In contrast, she said, “None of the respondents from community colleges said embedding was irrelevant.” But as we know, the needle is moving quickly when it comes to higher education delivery models and programming, and in the two years since the Lumina study, universities have begun to experiment with competency-based credentials and short courses (increasingly known as “micro-credentials”), which often result in certificates or badges. Some are further along in weaving in new credentials to their operations. For example, there is the University Learning Store, where students can “learn new skills and earn credentials from top universities.” The University Learning Store was developed and is delivered by Georgia Institute of Technology, UCLA Extension, University of Wisconsin Extended Campus, UC Davis Continuing Education, University of Wisconsin Continuum College, and UCI Extension. Note the sub-brands now attached to these major universities; in and of themselves, these illustrate the institutions’ recognition of how crucial it is to offer alternative credentials and shorter courses to encourage a wider range of students to enrol with them. The project was developed in close consultation with industry. This is how the “store” works:
“To earn a credential, you will demonstrate your knowledge by passing assessments. Many of these will be hands-on, skills-based projects that resemble real-world business scenarios. All credentials have been verified by employers to ensure they are representative of the competencies (skills and knowledge) required in today’s workplaces.”
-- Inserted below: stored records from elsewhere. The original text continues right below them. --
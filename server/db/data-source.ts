import 'reflect-metadata';
import { DataSource } from 'typeorm';
import { guardConnection } from './connection-guard';
import { entities } from './entities/index';
import { migrations } from './migrations/index';

/**
 * The SQLite database through TypeORM on better-sqlite3: WAL journal, foreign keys on, a busy
 * timeout, schema only through migrations (`synchronize: false`).
 */
export function createDataSource(databasePath: string): DataSource {
  return new DataSource({
    type: 'better-sqlite3',
    database: databasePath,
    entities,
    migrations,
    migrationsTableName: 'migrations',
    synchronize: false,
    enableWAL: true,
    timeout: 5000,
    prepareDatabase: (db: { pragma(source: string): unknown }) => {
      db.pragma('busy_timeout = 5000');
      db.pragma('synchronous = NORMAL');
    },
    logging: false,
  });
}

/** Opens the database and brings its schema up to date. */
export async function openDatabase(databasePath: string): Promise<DataSource> {
  const dataSource = createDataSource(databasePath);
  await dataSource.initialize();
  guardConnection(dataSource);
  await dataSource.runMigrations({ transaction: 'each' });
  return dataSource;
}
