import Database from 'better-sqlite3';
import pg from 'pg';
import { isPostgresAddress, numberedPlaceholders } from './driver';

/**
 * A read-only connection of its own to the database at `address` (a SQLite file or a
 * `postgres://` URL), for worker threads and processes that load a run's columns or a holdout's
 * chunks without going through the main thread's TypeORM data source. SQLite: a read-only
 * better-sqlite3 handle (WAL lets it read while the main thread writes). PostgreSQL: one `pg`
 * client in a read-only session. Queries are written with `?` placeholders.
 */
export interface ReaderConnection {
  all<T>(sql: string, parameters?: unknown[]): Promise<T[]>;
  close(): Promise<void>;
}

export async function openReader(address: string): Promise<ReaderConnection> {
  if (isPostgresAddress(address)) {
    const client = new pg.Client({ connectionString: address, application_name: 'scorecourt-reader' });
    await client.connect();
    await client.query('SET SESSION CHARACTERISTICS AS TRANSACTION READ ONLY');
    return {
      all: async <T>(sql: string, parameters: unknown[] = []) => (await client.query(numberedPlaceholders(sql), parameters)).rows as T[],
      close: () => client.end(),
    };
  }
  const db = new Database(address, { readonly: true, fileMustExist: true });
  db.pragma('busy_timeout = 5000');
  return {
    all: <T>(sql: string, parameters: unknown[] = []) => {
      try {
        return Promise.resolve(db.prepare(sql).all(...parameters) as T[]);
      } catch (error) {
        return Promise.reject(error instanceof Error ? error : new Error(String(error)));
      }
    },
    close: () => {
      db.close();
      return Promise.resolve();
    },
  };
}
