describe('bootstrap fast paths', () => {
  // SHA-256 of the replicate values (ΔGini, ΔKS, champion KS, challenger KS as float64 bytes),
  // printed by the engine before the fast paths (commit 5543297, engine 1.3.0) on the same
  // fixtures, seed 9, 50 replicates.
  it.each([
    [false, 'd16c95f82d2404904cff73bd5e2c17f0f4e4a128a04568c935629b287b8930b1'],
    [true, '704dd5c222e7d830c53b3e046d3ae6718a5ec8712942b1782d2e278f97c47b4d'],
  ])('give the replicate values of the engine before them, bit for bit (points: %s)', async (points, expected) => {
    const { bad, a, b } = fixture(20_000, 'golden', points);
    const result = await bootstrap(a, b, bad, { replicates: 50, seed: 9, confidence: 0.95, threads: 0 });
    const hash = createHash('sha256');
    const { deltaGini, deltaKs, championKs, challengerKs } = result.replicates!;
    for (const values of [deltaGini, deltaKs, championKs, challengerKs]) hash.update(new Uint8Array(values.buffer));
    expect(hash.digest('hex')).toBe(expected);
  });

  // The same with sampling weights (issue 12): printed by the engine before the weighted fast
  // paths (commit 725ab54) on the same fixtures with weightings()' weights 1–4 at random and
  // fractional weights, seed 9, 50 replicates.
  it.each([
    [false, 1, '38a477a87f5b59b87ef769e239082a4195795d3ff102fe899dc0dfb56d136467'],
    [false, 2, 'b0ad13e851ae60a38f1a78243ed9cbefe64f50a3850a3fc5ed7625364488e988'],
    [true, 1, '3ca256fc67b83bcab5003bd54fad6c23aea638d76d1328edddb7af2052251910'],
    [true, 2, 'caafd8b2c36d92ee125a6fa0bc9906e0701dcf274bd8608a2a492f07d153b281'],
  ])('give the weighted replicate values of the engine before them, bit for bit (points: %s, weighting %i)', async (points, weighting, expected) => {
    const { bad, a, b } = fixture(20_000, 'golden', points);
    const [, weight] = weightings(bad, 'golden-weights')[weighting];
    const result = await bootstrap(weighBlocks(a, weight), weighBlocks(b, weight), bad, { replicates: 50, seed: 9, confidence: 0.95, threads: 0 });
    const hash = createHash('sha256');
    const { deltaGini, deltaKs, championKs, challengerKs } = result.replicates!;
    for (const values of [deltaGini, deltaKs, championKs, challengerKs]) hash.update(new Uint8Array(values.buffer));
    expect(hash.digest('hex')).toBe(expected);
  });

  it('build the plan the plain implementation builds, array for array', () => {
    const random = seedrandom('plan');
    const cases: [string, ReturnType<typeof fixture>][] = [
      ['continuous, champion ties', fixture(20_000, 'plan-continuous', false)],
      // Points: combinations of several hundred accounts, split into cells of MAX_CELL.
      ['points', fixture(20_000, 'plan-points', true)],
      ['small', fixture(7, 'plan-small', false)],
    ];
    // One score value for every account on the champion (one block), random on the challenger.
    const bad = Uint8Array.from({ length: 3000 }, () => (random() < 0.3 ? 1 : 0));
    const same = scoreBlocks(new Float64Array(3000).fill(2), bad);
    const spread = scoreBlocks(Float64Array.from({ length: 3000 }, () => Math.round(random() * 40)), bad);
    cases.push(['one champion block', { bad, a: same, b: spread }], ['one challenger block', { bad, a: spread, b: same }], ['one block each', { bad, a: same, b: same }]);
    for (const [label, { bad: outcome, a, b }] of cases) {
      const fast = planBootstrap(a, b, outcome);
      const plain = planBootstrapReference(a, b, outcome);
      expect(fast.cells, label).toBe(plain.cells);
      for (const key of ['size', 'flagsChampion', 'positionChallenger', 'flagsChallenger', 'goodCells', 'badCells'] as const) {
        expect([...fast[key]], `${label}: ${key}`).toEqual([...plain[key]]);
      }
      expect([fast.nGood, fast.nBad, fast.weightChampion, fast.weightChallenger]).toEqual([plain.nGood, plain.nBad, null, null]);
    }
    // The points fixture does split combinations (cells of MAX_CELL accounts exist).
    expect(planBootstrap(cases[1][1].a, cases[1][1].b, cases[1][1].bad).size.includes(255)).toBe(true);
  });

  it('build the plan the plain implementation builds with sampling weights, array for array', () => {
    const cases: [string, ReturnType<typeof fixture>][] = [
      ['continuous, champion ties', fixture(8000, 'weighted-continuous', false)],
      ['points', fixture(20_000, 'weighted-points', true)],
      ['small', fixture(9, 'weighted-small', false)],
    ];
    const random = seedrandom('weighted-plan');
    const bad = Uint8Array.from({ length: 3000 }, () => (random() < 0.3 ? 1 : 0));
    const same = scoreBlocks(new Float64Array(3000).fill(2), bad);
    const spread = scoreBlocks(Float64Array.from({ length: 3000 }, () => Math.round(random() * 40)), bad);
    cases.push(['one champion block', { bad, a: same, b: spread }], ['one challenger block', { bad, a: spread, b: same }], ['one block each', { bad, a: same, b: same }]);
    for (const [label, { bad: outcome, a, b }] of cases) {
      for (const [kind, weight] of weightings(outcome, `${label}-weights`)) {
        expectSamePlan(`${label}, ${kind}`, a, b, outcome, weight);
      }
    }
    // The points fixture with weights 1–4 at random does split combinations by weight and by size.
    const { bad: outcome, a, b } = cases[1][1];
    const [, random4] = weightings(outcome, 'points-weights')[1];
    const plan = planBootstrap(weighBlocks(a, random4), weighBlocks(b, random4), outcome, random4);
    expect(plan.cells).toBeGreaterThan(planBootstrap(a, b, outcome).cells);
    expect(plan.size.includes(255)).toBe(true);
  });

  it('stage the challenger-order writes of a large plan without changing a count', () => {
    for (const points of [false, true]) {
      const { bad, a, b } = fixture(20_000, `stage-${points}`, points);
      const plan = planBootstrap(a, b, bad);
      // Small windows, so that the staging runs through many of them (the engine's are 32,768 positions).
      const staged = stageScatter(plan, 64);
      expect(staged.scatter!.slot).toHaveLength(plan.cells);
      const replicates = 30;
      const run = (p: typeof plan) => {
        const out = { aucChampion: new Float64Array(replicates), aucChallenger: new Float64Array(replicates), ksChampion: new Float64Array(replicates), ksChallenger: new Float64Array(replicates) };
        const scratch = replicateScratch(p);
        runReplicates(p, 8, 0, replicates, out, 0, scratch);
        return { out, scratch };
      };
      const direct = run(plan);
      const throughStaging = run(staged);
      expect(direct.scratch.staged).toBeNull();
      expect(throughStaging.scratch.staged).not.toBeNull();
      expect(throughStaging.out).toEqual(direct.out);
      // The last replicate's counts in challenger order, after the stratum adjustment.
      expect([...throughStaging.scratch.countsChallenger]).toEqual([...direct.scratch.countsChallenger]);
    }
    expect(() => stageScatter(planBootstrap(fixture(50, 'w', false).a, fixture(50, 'w', false).b, fixture(50, 'w', false).bad), 48)).toThrow('power of two');
  });

  it('stage the writes of a plan with further challengers without changing a replicate, on threads too', async () => {
    const { bad, a, b } = fixture(6000, 'stage-more', false);
    const c = fixture(6000, 'stage-more-c', true).b;
    const d = fixture(6000, 'stage-more-d', false).a;
    const settings = { replicates: 24, seed: 5, confidence: 0.95 };
    const direct = await bootstrap(a, b, bad, { ...settings, threads: 0 }, [c, d]);
    const staged = await bootstrap(a, b, bad, { ...settings, threads: 0, stageFrom: 1 }, [c, d]);
    const stagedOnThreads = await bootstrap(a, b, bad, { ...settings, threads: 2, stageFrom: 1 }, [c, d]);
    for (const result of [staged, stagedOnThreads]) {
      expect(result.replicates).toEqual(direct.replicates);
      expect(result.more).toEqual(direct.more);
    }
    expect(direct.more).toHaveLength(2);
  });

  it('score the cells as the plain one-pass implementation does, to the bit', () => {
    for (const points of [false, true]) {
      const { bad, a, b } = fixture(5000, `score-${points}`, points);
      const plan = planBootstrap(a, b, bad);
      const scratch = replicateScratch(plan);
      const out = { aucChampion: new Float64Array(40), aucChallenger: new Float64Array(40), ksChampion: new Float64Array(40), ksChallenger: new Float64Array(40) };
      const fast = new Float64Array(2);
      const plain = new Float64Array(2);
      const work = scoreScratch(plan.cells);
      let compared = 0;
      runReplicates(plan, 3, 0, 40, out, 0, scratch, (_, counts) => {
        scoreCellsReference(counts, plan.flagsChampion, plan.cells, plan.nGood, plan.nBad, plain);
        scoreCells(counts, plan.flagsChampion, plan.cells, plan.nGood, plan.nBad, fast, work);
        expect([...fast]).toEqual([...plain]);
        compared++;
      });
      expect(compared).toBe(40);
    }
  });

  it('score the cells with sampling weights as the plain implementation does, to the bit, in both orders', () => {
    for (const points of [false, true]) {
      const { bad, a, b } = fixture(5000, `score-weighted-${points}`, points);
      for (const [kind, weight] of weightings(bad, `score-weights-${points}`)) {
        const plan = planBootstrap(weighBlocks(a, weight), weighBlocks(b, weight), bad, weight);
        const scratch = replicateScratch(plan);
        const out = { aucChampion: new Float64Array(30), aucChallenger: new Float64Array(30), ksChampion: new Float64Array(30), ksChallenger: new Float64Array(30) };
        const fast = new Float64Array(2);
        const plain = new Float64Array(2);
        const work = replicateScratch(plan);
        const countsChallenger = new Uint16Array(plan.cells);
        let compared = 0;
        runReplicates(plan, 4, 0, 30, out, 0, scratch, (_, counts) => {
          scoreCellsWeightedReference(counts, plan.flagsChampion, plan.weightChampion!, plan.cells, plain);
          scoreCellsWeighted(counts, plan.flagsChampion, plan.weightChampion!, plan.cells, fast, work.scoreChampion);
          expect([...fast], `${kind} (points: ${points}), champion`).toEqual([...plain]);
          for (let c = 0; c < plan.cells; c++) countsChallenger[plan.positionChallenger[c]] = counts[c];
          scoreCellsWeightedReference(countsChallenger, plan.flagsChallenger, plan.weightChallenger!, plan.cells, plain);
          scoreCellsWeighted(countsChallenger, plan.flagsChallenger, plan.weightChallenger!, plan.cells, fast, work.scoreChallenger);
          expect([...fast], `${kind} (points: ${points}), challenger`).toEqual([...plain]);
          compared++;
        });
        expect(compared).toBe(30);
      }
    }
    // Hand-made: one block, a block of one cell, empty cells, fractional weights.
    const cases: [number[], number[], number[]][] = [
      [[3, 0, 2, 5], [0, 1, 0, 3], [0.5, 1, 2.25, 3]],
      [[1, 1, 1, 1], [2, 3, 2, 3], [1.1, 0.7, 3.3, 0.1]],
      [[0, 4, 0, 2, 7], [2, 3, 0, 1, 2 | 1], [4, 4, 1, 1, 0.3]],
    ];
    for (const [counts, flags, weight] of cases) {
      const plain = new Float64Array(2);
      const fast = new Float64Array(2);
      scoreCellsWeightedReference(Uint16Array.from(counts), Uint8Array.from(flags), Float64Array.from(weight), counts.length, plain);
      scoreCellsWeighted(Uint16Array.from(counts), Uint8Array.from(flags), Float64Array.from(weight), counts.length, fast, scoreScratch(counts.length));
      expect([...fast]).toEqual([...plain]);
    }
  });

  it('score hand-made layouts alike: one block, one cell per block, empty cells', () => {
    const cases: [number[], number[]][] = [
      // counts, flags (bit 0 bad, bit 1 last cell of its block)
      [[3, 0, 2, 5], [0, 1, 0, 3]],
      [[1, 1, 1, 1], [2, 3, 2, 3]],
      [[0, 4, 0, 2, 7], [2, 3, 0, 1, 2 | 1]],
    ];
    for (const [counts, flags] of cases) {
      let nGood = 0;
      let nBad = 0;
      counts.forEach((k, c) => (flags[c] & 1 ? (nBad += k) : (nGood += k)));
      const plain = new Float64Array(2);
      const fast = new Float64Array(2);
      scoreCellsReference(Uint16Array.from(counts), Uint8Array.from(flags), counts.length, nGood, nBad, plain);
      scoreCells(Uint16Array.from(counts), Uint8Array.from(flags), counts.length, nGood, nBad, fast, scoreScratch(counts.length));
      expect([...fast]).toEqual([...plain]);
    }
    // One block: AUC ½ (all ties), KS 0.
    const tie = new Float64Array(2);
    scoreCells(Uint16Array.from([3, 0, 2, 5]), Uint8Array.from([0, 1, 0, 3]), 4, 5, 5, tie, scoreScratch(4));
    expect([...tie]).toEqual([0.5, 0]);
  });

  it('draw Poisson(1) counts with integer thresholds exactly where the floating-point comparisons change', () => {
    const { cdf } = poissonTables();
    for (let i = 0; i < 6; i++) {
      const threshold = (poissonOneThreshold(cdf[i]) ^ 0x80000000) >>> 0;
      for (const x of [threshold - 1, threshold, threshold + 1]) {
        const floating = x * 2 ** -32 >= cdf[i];
        const integer = ((x ^ 0x80000000) | 0) >= poissonOneThreshold(cdf[i]);
        expect(integer).toBe(floating);
      }
      expect(((threshold - 1) * 2 ** -32 >= cdf[i])).toBe(false);
      expect((threshold * 2 ** -32 >= cdf[i])).toBe(true);
    }
  });
});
Students can buy courses and take an assessment to earn a badge for US$25-US$150 with a three- to 30-hour investment. Further widening its market, the University Learning School also allows employers to buy employees or even whole teams courses that allow them to keep learning and earning skills badges.
Micro-internships
In recognition of the increasing priority that employers place on hiring candidates with proven work experience, platforms such as Parker Dewey provide micro-internships to companies, college students, and employers. Employers using the platform can access on-demand help for specific projects, students can gain skills and work experience while getting paid, and universities can tell prospective students they have the ability to connect education to real-world work. Micro-internships can range from five hours of students’ time to 40 hours. It takes five minutes to set up an account. Riipen is a similar platform, and this is a market space where an increasing array of options is bound to develop.
The future is now
As employers become less rigid in terms of evaluating graduates’ credentials and more interested in up-to-the-minute skills and work experience, the baseline of a bachelor’s (or a bachelor’s plus master’s or MBA) serving to demonstrate job-readiness is no longer a given. Degree qualifications remain relevant, but they are increasingly less likely to be enough in and of themselves. The aforementioned Lumina research found that “a majority of HR leaders (64%) believe that in the future, the need for continuous lifelong learning will demand higher levels of education and more credentials.” That was two years ago. The two-thirds of respondents who agreed that lifelong learning is the new necessity for employees would almost certainly be higher still now. As Northeastern University’s Sean Gallagher writes,
“Thinking about microcredential offerings only as shorter online educational programmes would miss the broader, more significant trends that they exemplify. First, the growth of microcredentials is evidence of the emergence of more continuous and less episodic post-secondary learning. Second, microcredentials highlight an educational curriculum that is much more industry-aligned and competency-focused. Finally, they demonstrate that we are entering an era with much greater overlap and integration between education and experience.”